Coxiella burnetii is an obligate intracellularbacterial pathogen, and is the causative agent of Q fever. The genus Coxiella is morphologically similar to Rickettsia, but with a variety of genetic and physiological differences. C. burnetii is a small Gram-negative, coccobacillary bacterium that is highly resistant to environmental stresses such as high temperature, osmotic pressure, and ultraviolet light. These characteristics are attributed to a small cellvariant form of the organism that is part of a biphasic developmental cycle, including a more metabolically and replicatively active large cell variant form. It can survive standard disinfectants, and is resistant to many other environmental changes like those presented in the phagolysosome.
History and naming
Research in the 1920s and 1930s identified what appeared to be a new type of Rickettsia, isolated from ticks, that was able to pass through filters. The first description of what may have been Coxiella burnetii was published in 1925 by Hideyo Noguchi, but since his samples did not survive, it remains unclear as to whether it was the same organism. The definitive descriptions were published in the late 1930s as part of research into the cause of Q fever, by Edward Holbrook Derrick and Macfarlane Burnet in Australia, and Herald Rea Cox and Gordon Davis at the Rocky Mountain Laboratory in the United States. The RML team proposed the name Rickettsia diaporica, derived from the Greek word for having the ability to pass through filter pores, to avoid naming it after either Cox or Davis if indeed Noguchi's description had priority. Around the same time, Derrick proposed the name Rickettsia burnetii, in recognition of Burnet's contribution in identifying the organism as a Rickettsia. As it became clear that the species differed significantly from other Rickettsia, it was first elevated to a subgenus named after Cox, Coxiella, and then in 1948 to its own genus of that name, proposed by Cornelius B. Philip, another RML researcher. Coxiella was difficult to study because it could not be reproduced outside a host. However, in 2009, scientists reported a technique allowing the bacteria to grow in an axenic culture and suggested the technique may be useful for study of other pathogens.
Pathogenesis
The ID50 is one via inhalation; i.e., inhalation of one organism will yield disease in 50% of the population. This is an extremely low infectious dose, making C. burnetii one of the most infectious known organisms. Disease occurs in two stages: an acute stage that presents with headaches, chills, and respiratory symptoms, and an insidious chronic stage. While most infections clear up spontaneously, treatment with tetracycline or doxycycline appears to reduce the symptomatic duration and reduce the likelihood of chronic infection. A combination of erythromycin and rifampin is highly effective in curing the disease, and vaccination with Q-VAX vaccine is effective for prevention of it. The bacteria use a type IVB secretion system known as Icm/Dot to inject over 100 effector proteins into the host. These effectors increase the bacteria's ability to survive and grow inside the host cell by modulating many host cell pathways, including blocking cell death, inhibiting immune reactions, and altering vesicle trafficking. In Legionella pneumophila, which uses the same secretion system and also injects effectors, survival is enhanced because these proteins interfere with fusion of the bacteria-containing vacuole with the host's degradation endosomes.

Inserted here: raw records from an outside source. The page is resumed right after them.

def run_numpy(W, w, x, nonlin=None):
    """Independent numpy run of s_t = nonlin(W s_{t-1} + w x_t) from zeros; x (B, T, I)."""
    B, T, _ = x.shape
    s = np.zeros((B, W.shape[0]))
    out = np.empty((B, T, W.shape[0]))
    for t in range(T):
        s = s @ W.T + x[:, t] @ np.atleast_2d(w).reshape(W.shape[0], -1).T
        s = s if nonlin is None else nonlin(s)
        out[:, t] = s
    return out


# ---------------------------------------------------------------------- decoding: Jaeger (2001)
def test_delay_line_remembers_exactly_its_length():
    # Jaeger (2001), short-term memory in echo state networks: a shift register of N units
    # holds x_t..x_{t-N+1} exactly, so R^2 = 1 up to lag N-1, 0 beyond, and MC = N
    N = 8
    curve = memory_curve(reservoir(np.eye(N, k=-1), np.eye(N)[0]), max_lag=15, n_steps=1200)
    assert np.all(curve.scores[:N] > 0.999)
    assert np.all(np.abs(curve.scores[N:]) < 0.01)
    assert abs(curve.capacity - N) < 0.05
    assert curve.span == N - 1
    assert curve.method == "decoding" and curve.mode == "probe" and curve.metadata["split"] \
        == "sequences"


def test_linear_orthogonal_reservoir_matches_analytic_memory_curve():
    # Jaeger (2001): for a linear reservoir s_t = W s_{t-1} + w x_t with i.i.d. unit-variance
    # input, the optimal linear readout of x_{t-k} has R^2 = (W^k w)^T Sigma^-1 (W^k w), with
    # Sigma = W Sigma W^T + w w^T the stationary covariance (scipy's discrete Lyapunov solver);
    # the sum over all k is N
    N, K = 10, 60
    W = 0.9 * orthogonal(N, seed=1)
    w = np.random.default_rng(2).standard_normal(N)
    sigma = scipy.linalg.solve_discrete_lyapunov(W, np.outer(w, w))
    v = np.stack([np.linalg.matrix_power(W, k) @ w for k in range(K + 1)])  # (K+1, N)
    analytic = np.einsum("ki,ij,kj->k", v, np.linalg.inv(sigma), v)
    assert abs(analytic.sum() - N) < 1e-3  # the tail beyond K is negligible
    curve = memory_curve(reservoir(W, w), max_lag=K, n_steps=4000)
    np.testing.assert_allclose(curve.scores, analytic, atol=0.03)
    assert abs(curve.capacity - N) < 0.5


def test_linear_reservoir_capacity_at_most_n():
    # Jaeger (2001): MC <= N for a linear reservoir of N units with i.i.d. input; a random
    # Gaussian W is ill-conditioned, so only the bound is checked (plus sampling slack)
    N = 12
    rng = np.random.default_rng(3)
    W = rng.standard_normal((N, N))
    W *= 0.95 / np.abs(np.linalg.eigvals(W)).max()
    curve = memory_curve(reservoir(W, rng.standard_normal(N)), max_lag=40, n_steps=2000)
    assert 1.0 < curve.capacity <= N + 0.1


def test_saturating_tanh_reservoir_stays_below_n():
    # Jaeger (2001): saturating units lose linear memory; MC stays clearly below N
    N = 10
    W = 0.9 * orthogonal(N, seed=1)
    w = 3.0 * np.random.default_rng(2).standard_normal(N)
    curve = memory_curve(reservoir(W, w, torch.tanh), max_lag=40, n_steps=2000)
    assert curve.capacity < 0.6 * N
    assert curve.scores[0] > 0.5


@pytest.mark.parametrize("nonlin", [None, torch.tanh])
def test_state_reset_every_step_has_no_memory_beyond_lag_0(nonlin):
    # common practice: s_t = f(w x_t) (W = 0) holds the present input only
    w = np.random.default_rng(4).standard_normal(6)
    curve = memory_curve(reservoir(np.zeros((6, 6)), w, nonlin), max_lag=10, n_steps=1500)
    assert curve.scores[0] > 0.95
    assert np.all(curve.scores[1:] < 0.01)
    assert curve.span == 0
    assert curve.capacity < curve.scores[0] + 0.02


# ---------------------------------------------------------------------- decoding vs scikit-learn
def _tanh_data(B=5, T=400, I=1, seed=5):
    rng = np.random.default_rng(seed)
    N = 12
    W = 0.8 * orthogonal(N, seed=seed)
    w = rng.standard_normal((N, I))
    x = rng.standard_normal((B, T, I))
    return W, w, x, run_numpy(W, w, x, np.tanh)
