"""Drawing of spectra results (matplotlib only; called by the results' ``.plot``)."""

from __future__ import annotations

from typing import Any

import numpy as np


def draw_spectra(result, ax: Any = None, *, sample: int | None = None, max_lines: int | None = None,
                 **kw: Any):
    """Singular values over time on a log axis (median over samples, or one ``sample``).

    All ``k`` indices are drawn (or the first ``max_lines``; the title then says how many of
    ``k``), coloured from the largest (dark) to the
    smallest; the spectral radius, when computed, is the dashed black line; the dotted line
    marks 1, where a step neither stretches nor shrinks.
    """
    from .style import finish_step_axes, get_axes, sample_or_median, time_colors

    ax = get_axes(ax)
    sv = result.singular_values  # (B, T, k)
    B, T, k = sv.shape
    curve = sample_or_median(sv, sample, np.nanmedian)  # (T, k)
    label = (f"median over {B} samples" if B > 1 else "sample 0") if sample is None \
        else f"sample {sample}"
    n = k if max_lines is None else max(1, min(k, int(max_lines)))
    colors = time_colors(n)
    steps = np.arange(T)
    for i in range(n):
        ax.plot(steps, curve[:, i], color=colors[i], lw=kw.get("lw", 1.0),
                label=f"σ{i + 1}" if i < 3 or i == n - 1 else None)
    drawn = [curve[:, :n]]
    if result.spectral_radius is not None:
        r = sample_or_median(result.spectral_radius, sample, np.nanmedian)  # (T,)
        ax.plot(steps, r, "k--", lw=1.0, label="spectral radius")
        drawn.append(r[:, None])
    ax.axhline(1.0, color="0.6", lw=0.8, ls=":")
    return finish_step_axes(
        ax, np.concatenate([d.ravel() for d in drawn]), "singular value of J_t",
        f"{result.metadata.get('model_class', 'system')}: Jacobian spectra ({label}"
        + (f"; σ1–σ{n} of {k} drawn)" if n < k else ")"))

The United States ended its biological warfare program in 1969. When it did, C. burnetii was one of seven agents it had standardized as biological weapons.
Genomics
At least five completely sequenced genomes of Coxiella burnetii exist, which contain about 2.1 Mbp of DNA each and encode around 2,100 open reading frames; 746 of these genes have no known function. In bacteria small regulatory RNAs are activated during stress and virulence conditions. Coxiella burnetii small RNAs are encoded within intergenic region. CbSRs 2, 3, 4 and 9 are located antisense to identified ORFs. The CbSRs are up-regulated during intracellular growth in host cells.